Your surgical team is constantly striving to maintain a perfect safety record that patients expect and demand. It's a challenge they can't always meet, according to the findings that emerged from our patient safety survey of nearly 500 surgical facility leaders.
- Shortcuts. Nearly one-third of respondents say they see physicians and staff members taking shortcuts that could affect safety, either often (3%) or occasionally (27%), and only around one-fourth (24%) say they never see anyone taking shortcuts.
- Speaking up. While most respondents say staff members are comfortable speaking up when they see something that might compromise safety, many admit they sometimes hesitate.
- Time outs. Highly recommended and well-publicized measures intended to improve communication and safety such as time outs are still a long way from being universally accepted and adopted.
- Never events. Nearly half (44%) of respondents admit that their facilities have experienced a never event, such as wrong-site surgery.
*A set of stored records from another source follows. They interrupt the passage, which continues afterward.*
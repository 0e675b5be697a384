//! The whole chain assembled from the model parts: one pure evaluation f(t, x, mode) giving every
//! algebraic quantity and the state derivative. Mode (discrete state) is fixed within a segment.

use crate::model::battery::li_ion::TempBand;
use crate::model::battery::nimh;
use crate::model::battery::{BatteryModel, BatteryPowers, BatteryRates, BatteryState, Terminal};
use crate::model::circuit::{self, CircuitConstants, FastRates, FastStates};
use crate::model::controller::{self, ControlInput, ControllerGains};
use crate::model::converter::{BuckBoostModel, BuckModel, LinearModel};
use crate::model::diode::DiodeModel;
use crate::model::drive::DriveModel;
use crate::model::generator::GeneratorModel;
use crate::model::jitter::JitterTrack;
use crate::model::network::{self, Load, NetworkPoint, Source};
use crate::model::operator::OperatorModel;
use crate::model::smooth;
use crate::model::thermal::Lumped;
use crate::model::usb::{BusPoint, UsbModel};
use crate::scenario::profile::Profile;
use crate::scenario::setup::{Alerts, Setup, Topology};
use crate::units::{rad_s_to_rpm, rpm_to_rad_s};

use super::fidelity::Fidelity;
pub use super::mode::{Charger, Discrete, Stage, PEAK_RESOLUTION_V_PER_CELL};
use super::replay::Replay;
use super::state::*;
use super::usb_rules::{device_charger, usb_gains, usb_in_regulation};

/// Crank bearing friction, N·m (acts on the crank side, in the friction ledger).
const CRANK_BEARING_N_M: f64 = 0.05;
/// Speed scale of the bearing friction smoothing, rad/s.
const CRANK_BEARING_SMOOTH: f64 = 0.5;
/// Input over-voltage shutdown releases below this fraction of the limit.
pub const OV_RELEASE_FRACTION: f64 = 0.95;

/// One target-cadence segment in absolute time.
#[derive(Debug, Clone, Copy, PartialEq)]
pub struct TargetSegment {
    pub start_s: f64,
    pub end_s: f64,
    pub start_rpm: f64,
    pub end_rpm: f64,
}

/// Everything the evaluation needs, built once per run.
#[derive(Debug, Clone)]
pub struct Plant {
    pub fidelity: Fidelity,
    pub ambient_c: f64,
    pub generator: GeneratorModel,
    pub diode: DiodeModel,
    pub drive: DriveModel,
    pub buck: BuckModel,
    /// Buck-boost model (used when the topology is `buck_boost`).
    pub buck_boost: BuckBoostModel,
    /// The buck-boost's power stage run as a buck (its buck mode).
    pub buck_boost_as_buck: BuckModel,
    /// Linear charger model (used when the topology is `linear`).
    pub linear: LinearModel,
    pub charger: Charger,
    pub battery: BatteryModel,
    pub winding: Lumped,
    pub operator: OperatorModel,
    pub segments: Vec<TargetSegment>,
    pub cadence_scale: f64,
    /// Operator's own cadence offset (Monte Carlo spread), rpm.
    pub cadence_offset_rpm: f64,
    pub jitter: JitterTrack,
    /// Times at which the operator starts cranking (session start, after rests and planned
    /// pauses), sorted; the target ramps up over `spin_up_s` from each.
    pub crank_starts: Vec<f64>,
    pub spin_up_s: f64,
    pub ripple_fraction: f64,
    pub ripple_phase_rad: f64,
    /// Torque peaks per crank revolution k of the ripple 1 + a·cos(k·θ + φ).
    pub ripple_peaks_per_rev: f64,
    pub alerts: Alerts,
    /// Detailed fidelity: circuit constants and loop gains.
    pub circuit: CircuitConstants,
    pub gains: ControllerGains,
    /// A USB port on the converter output (None: the battery sits there). With a port, `charger`
    /// describes the device's own charger (its current limit, termination) and `battery` its cell.
    pub usb: Option<UsbModel>,
    /// Detailed fidelity with a USB port: loop gains designed for the bus.
    pub usb_gains: Option<ControllerGains>,
    /// A replayed log: the target cadence (and, when it imposes torque, the operator's torque)
    /// comes from the recording; the segments then only say when the hands are on the crank.
    pub replay: Option<Replay>,
}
- Arrogance. Most physicians, managers and nurses think they're better at their jobs than their co-workers think they are.
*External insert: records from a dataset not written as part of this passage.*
/// Sets the value at `path` to `value_text` (surrounding whitespace trimmed, otherwise verbatim).
/// An existing value is replaced; missing trailing fields of a named-field struct `( ... )` are
/// inserted before its closing paren as `key: value` (nesting `(inner: ...)` as needed).
pub fn set(text: &str, path: &[Segment], value_text: &str) -> Result<Edited, OverrideError> {
    if path.is_empty() {
        return Err(PathError::Empty.into());
    }
    let key = key_name(path);
    if let Some(Segment::Field(bad)) = path
        .iter()
        .find(|s| matches!(s, Segment::Field(f) if !valid_field(f)))
    {
        return Err(PathError::BadSegment {
            path: key,
            segment: bad.clone(),
        }
        .into());
    }
    let value = value_text.trim();
    check_value(value).map_err(|reason| OverrideError::BadValue {
        key: key.clone(),
        value: value.into(),
        reason,
    })?;
    let root = parse_doc(text).map_err(|e| {
        let (line, col) = line_col(text, e.pos);
        OverrideError::Parse {
            line,
            col,
            msg: e.msg,
        }
    })?;
    let built = match walk(text, &root, path)? {
        Walk::Found { node, .. } => build(text, None, (node.start, node.end), "", value, ""),
        Walk::Missing { at, fields } => insert(text, path, at, fields, value)?,
    };
    let broken = |detail: String| OverrideError::Broken {
        key: key.clone(),
        detail,
    };
    let (new_text, start) = built.ok_or_else(|| broken("an edit fell outside the text".into()))?;
    if let Err(e) = parse_doc(&new_text) {
        let (line, col) = line_col(&new_text, e.pos);
        return Err(broken(format!("{line}:{col}: {}", e.msg)));
    }
    let value_span = Span::new(&new_text, start, start + value.len());
    Ok(Edited {
        text: new_text,
        value_span,
    })
}

fn valid_field(s: &str) -> bool {
    let mut chars = s.strip_prefix("r#").unwrap_or(s).chars();
    matches!(chars.next(), Some(c) if c.is_ascii_alphabetic() || c == '_')
        && chars.all(|c| c.is_ascii_alphanumeric() || c == '_')
}

fn key_name(path: &[Segment]) -> String {
    path.iter()
        .map(Segment::to_string)
        .collect::<Vec<_>>()
        .join(".")
}

/// Checks that `value` is exactly one RON value that can sit inside a line of a document.
fn check_value(value: &str) -> Result<(), String> {
    if value.is_empty() {
        return Err("it is empty".into());
    }
    let mut p = Parser::new(value);
    let mut one = || {
        p.skip()?;
        p.value(0)?;
        p.skip()?;
        if p.pos < value.len() {
            return p.err(p.pos, "unexpected text after the value");
        }
        Ok(p.line_comment)
    };
    match one() {
        Ok(false) => Ok(()),
        Ok(true) => Err("a `//` comment would swallow the rest of the line".into()),
        Err(e) => Err(format!("{} (column {})", e.msg, line_col(value, e.pos).1)),
    }
}

/// Inserts the missing fields `path[at..]` (all named fields) into the struct `fields`.
fn insert(
    text: &str,
    path: &[Segment],
    at: usize,
    fields: &Fields,
    value: &str,
) -> Result<Option<(String, usize)>, OverrideError> {
    let mut prefix = String::new();
    for (j, seg) in path.iter().enumerate().skip(at) {
        let Segment::Field(name) = seg else {
            let reason = format!(
                "`{}` is missing and an override cannot create list elements",
                key_name(&path[..j])
            );
            return Err(OverrideError::CannotCreate {
                key: key_name(&path[..=j]),
                reason,
            });
        };
        prefix.push_str(if j > at { "(" } else { "" });
        prefix.push_str(name);
        prefix.push_str(": ");
    }
    let suffix = ")".repeat(path.len() - at - 1);
    let close = fields.close;
    let before_close = text.get(..close).unwrap_or("");
    let line_start = before_close.rfind('\n').map_or(0, |i| i + 1);
    let alone = before_close
        .get(line_start..)
        .is_some_and(|s| s.trim().is_empty());
    Ok(match fields.fields.last() {
        None => build(text, None, (close, close), &prefix, value, &suffix),
        // Closing paren on its own line: add a new line indented like the last field.
        Some(last) if alone && line_start > last.value.end => {
            let key_at = last.key.0;
            let ls = text
                .get(..key_at)
                .and_then(|s| s.rfind('\n'))
                .map_or(0, |i| i + 1);
            let indent = text
                .get(ls..key_at)
                .filter(|s| s.trim().is_empty())
                .unwrap_or("    ");
            let comma = (!fields.trailing_comma).then_some(last.value.end);
            let (pre, post) = (format!("{indent}{prefix}"), format!("{suffix},\n"));
            build(text, comma, (line_start, line_start), &pre, value, &post)
        }
        Some(_) if fields.trailing_comma => {
            let spaced = before_close.ends_with(char::is_whitespace);
            let pre = if spaced { prefix } else { format!(" {prefix}") };
            build(text, None, (close, close), &pre, value, &suffix)
        }
        Some(last) => {
            let end = last.value.end;
            build(
                text,
                None,
                (end, end),
                &format!(", {prefix}"),
                value,
                &suffix,
            )
        }
    })
}

/// Puts a comma at `comma_at` (if it precedes `range`) and replaces `range` with
/// `pre + value + post`; returns the new text and where `value` starts in it.
fn build(
    text: &str,
    comma_at: Option<usize>,
    range: (usize, usize),
    pre: &str,
    value: &str,
    post: &str,
) -> Option<(String, usize)> {
    let mut out = String::with_capacity(text.len() + pre.len() + value.len() + post.len() + 1);
    let mut from = 0;
    if let Some(c) = comma_at.filter(|&c| c <= range.0) {
        out.push_str(text.get(..c)?);
        out.push(',');
        from = c;
    }
    out.push_str(text.get(from..range.0)?);
    out.push_str(pre);
    let start = out.len();
    out.push_str(value);
    out.push_str(post);
    out.push_str(text.get(range.1..)?);
    Some((out, start))
}

// ---- the parser: a tree of byte ranges -------------------------------------------------------

const MAX_DEPTH: usize = 128;

#[derive(Debug)]
struct PErr {
    pos: usize,
    msg: String,
}

#[derive(Debug)]
struct Node {
    start: usize,
    end: usize,
    kind: Kind,
}

#[derive(Debug)]
enum Kind {
    Struct(Fields),
    Tuple(Vec<Node>),
    List(Vec<Node>),
    Map(Vec<(Node, Node)>),
    Some(Box<Node>),
    None,
    Bool,
    Ident,
    Number,
    Str,
    Char,
}

/// Named fields of a struct, or `()`; `close` is the byte offset of the `)`.
#[derive(Debug)]
struct Fields {
    fields: Vec<Field>,
    close: usize,
    trailing_comma: bool,
}

#[derive(Debug)]
struct Field {
    key: (usize, usize),
    name: String,
    value: Node,
}

enum Walk<'a> {
    Found {
        node: &'a Node,
        key: Option<(usize, usize)>,
    },
    Missing {
        at: usize,
        fields: &'a Fields,
    },
}

fn describe(text: &str, node: &Node) -> String {
    let snippet = text.get(node.start..node.end).unwrap_or("?");
    let what = match &node.kind {
        Kind::Struct(f) if f.fields.is_empty() => "an empty `()`",
        Kind::Struct(_) => "a struct with named fields",
        Kind::Tuple(_) => "a tuple",
        Kind::List(_) => "a list",
        Kind::Map(_) => "a map",
        Kind::Some(_) => "Some(...)",
        Kind::None => "None",
        Kind::Str => "a string",
        Kind::Char => "a char",
        Kind::Bool => return format!("the boolean `{snippet}`"),
        Kind::Ident => return format!("the identifier `{snippet}`"),
        Kind::Number => return format!("the number `{snippet}`"),
    };
    what.into()
}

fn map_key_matches(text: &str, key: &Node, want: &str) -> bool {
    let raw = text.get(key.start..key.end).unwrap_or("");
    match key.kind {
        Kind::Str => raw.strip_prefix('"').and_then(|s| s.strip_suffix('"')) == Some(want),
        Kind::Ident | Kind::Number => raw == want,
        _ => false,
    }
}

fn walk<'a>(text: &str, root: &'a Node, path: &[Segment]) -> Result<Walk<'a>, OverrideError> {
    let (mut node, mut key) = (root, None);
    for (i, seg) in path.iter().enumerate() {
        while let Kind::Some(inner) = &node.kind {
            node = inner;
        }
        let here = key_name(&path[..=i]);
        let wrong = |expected| OverrideError::WrongKind {
            key: here.clone(),
            parent: if i == 0 {
                "the top-level value".into()
            } else {
                format!("`{}`", key_name(&path[..i]))
            },
            found: describe(text, node),
            expected,
        };
        (node, key) = match (seg, &node.kind) {
            (Segment::Field(name), Kind::Struct(f)) => match f
                .fields
                .iter()
                .find(|fl| fl.name == name.trim_start_matches("r#"))
            {
                Some(fl) => (&fl.value, Some(fl.key)),
                None => return Ok(Walk::Missing { at: i, fields: f }),
            },
            (Segment::Index(n), Kind::List(items) | Kind::Tuple(items)) => match items.get(*n) {
                Some(item) => (item, None),
                None => {
                    return Err(OverrideError::IndexOutOfRange {
                        key: here,
                        index: *n,
                        len: items.len(),
                    })
                }
            },
            (_, Kind::Map(entries)) => {
                let want = seg.to_string();
                match entries
                    .iter()
                    .find(|(k, _)| map_key_matches(text, k, &want))
                {
                    Some((k, v)) => (v, Some((k.start, k.end))),
                    None => return Err(OverrideError::NoSuchMapKey { key: here }),
                }
            }
            (Segment::Field(_), _) => return Err(wrong("a struct with named fields")),
            (Segment::Index(_), _) => return Err(wrong("a list or tuple")),
        };
    }
    Ok(Walk::Found { node, key })
}
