impl Figure for HistogramFig<'_> {
    fn size(&self) -> (u32, u32) {
        (1000, 700)
    }

    fn draw<DB: DrawingBackend>(
        &self,
        root: &DrawingArea<DB, Shift>,
        _pen: Pen,
    ) -> Result<(), PlotError> {
        root.fill(&WHITE).map_err(de)?;
        let body = draw_title(root, self.title)?;
        let (w, _) = body.dim_in_pixel();
        let (charts, legend_area) = body.split_horizontally(w - LEGEND_W);
        let m = self.metrics.len();
        let (rows, cols) = if m <= 3 {
            (m.max(1), 1)
        } else {
            let cols = ((m as f64).sqrt().ceil() as usize).max(2);
            (m.div_ceil(cols), cols)
        };
        let cells = charts.split_evenly((rows, cols));
        if m == 0 {
            let text = PanelText {
                caption: "No metrics",
                y_desc: "runs",
                x_desc: Some("value"),
                y2_desc: None,
            };
            let ax = PanelAxes {
                x: (0.0, 1.0),
                y: (0.0, 1.0),
                y2: (0.0, 1.0),
                x_area: 46,
                right_area: 16,
                y_counts: true,
            };
            let chart = build_panel(&cells[0], &text, &ax)?;
            draw_note(chart.plotting_area(), "nothing to show")?;
        }
        for (cell, &(name, unit, samples)) in cells.iter().zip(self.metrics.iter()) {
            let finite: Vec<f64> = samples
                .iter()
                .copied()
                .filter(|v| v.is_finite())
                .map(tame)
                .collect();
            let skipped = samples.len() - finite.len();
            let bins = bin_samples(&finite);
            let mean = if finite.is_empty() {
                f64::NAN
            } else {
                finite.iter().map(|v| v / finite.len() as f64).sum::<f64>()
            };
            let mut caption = format!("{name}: n = {}", finite.len());
            if mean.is_finite() {
                caption.push_str(&format!(", mean {}", fmt_value(mean)));
                if !unit.trim().is_empty() && unit != "-" {
                    caption.push_str(&format!(" {unit}"));
                }
            }
            if skipped > 0 {
                caption.push_str(&format!(" ({skipped} non-finite skipped)"));
            }
            let x_desc = with_unit(name, unit);
            let (x, max_count) = match &bins {
                Some(((lo, hi), counts)) => {
                    let pad = (hi - lo) * 0.03;
                    ((lo - pad, hi + pad), *counts.iter().max().unwrap_or(&1))
                }
                None => ((0.0, 1.0), 1),
            };
            let y = (0.0, (max_count.max(1) as f64) * 1.12);
            let ax = PanelAxes {
                x,
                y,
                y2: y,
                x_area: 46,
                right_area: 16,
                y_counts: true,
            };
            let text = PanelText {
                caption: &caption,
                y_desc: "runs",
                x_desc: Some(&x_desc),
                y2_desc: None,
            };
            let chart = build_panel(cell, &text, &ax)?;
            let area = chart.plotting_area();
            match &bins {
                Some(((lo, hi), counts)) => {
                    let bw = (hi - lo) / counts.len() as f64;
                    for (i, &c) in counts.iter().enumerate() {
                        if c == 0 {
                            continue;
                        }
                        let a = lo + bw * i as f64;
                        let rect = [(a, 0.0), (a + bw, c as f64)];
                        area.draw(&Rectangle::new(rect, TEAL.mix(0.78).filled()))
                            .map_err(de)?;
                        area.draw(&Rectangle::new(rect, WHITE.stroke_width(1)))
                            .map_err(de)?;
                    }
                    if mean.is_finite() {
                        area.draw(&DashedPathElement::new(
                            [(mean, 0.0), (mean, y.1)],
                            7,
                            5,
                            BRICK.stroke_width(2),
                        ))
                        .map_err(de)?;
                    }
                }
                None => draw_note(area, "no finite samples")?,
            }
        }
        let items = [
            item("runs per bin", Glyph::Band(TEAL, 0.78)),
            item("mean", Glyph::Dashed(BRICK)),
        ];
        draw_legend(&legend_area, &items, 26)
    }
}
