// Desktop transport: the Electron preload exposes the OffstateApi methods on window.offstate
// (through contextBridge), plus pathForFile to learn where a dropped or chosen file lives.

import type { ImportResult, OffstateApi } from '../../shared/api';

/** What the preload exposes. Keep in step with electron/'s preload. */
export interface DesktopBridge extends OffstateApi {
  /** Path of a File on disk, '' when it has none (e.g. dragged from another app's memory). */
  pathForFile(file: File): string;
}

declare global {
  interface Window { offstate?: DesktopBridge }
}

export function desktopBridge(): DesktopBridge | undefined {
  return typeof window !== 'undefined' ? window.offstate : undefined;
}

/** Imports by path when the file is on disk (the Node side streams it), else by its bytes. */
export async function importWithBridge(bridge: DesktopBridge, file: File): Promise<ImportResult> {
  let path = '';
  try { path = bridge.pathForFile(file); } catch { path = ''; }
  if (path) return bridge.importFile(path);
  return bridge.importBytes(file.name, new Uint8Array(await file.arrayBuffer()));
}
- Blame game. Most managers say they always emphasize learning over blame, but most nurses aren't sure that's true.
There's also some good news. More than 90% of respondents say they and their co-workers are always (73%) or usually (21%) actively looking for ways to improve patient safety. And those percentages are similar across the board for physicians, facility leaders, nurses and technicians.
With other issues, however, responses vary dramatically, depending on who's answering the question. For example, more than half of physicians (52%) and nearly two-thirds of facility leaders (64%) say everyone's ideas and suggestions are always encouraged, heard and valued. But only about one-third of nurses and technicians (32%) agree. "No one listens or has respect for other professionals' opinion or advice," one RN tells us. "We are to do what management says and not to think out of the box," insists another.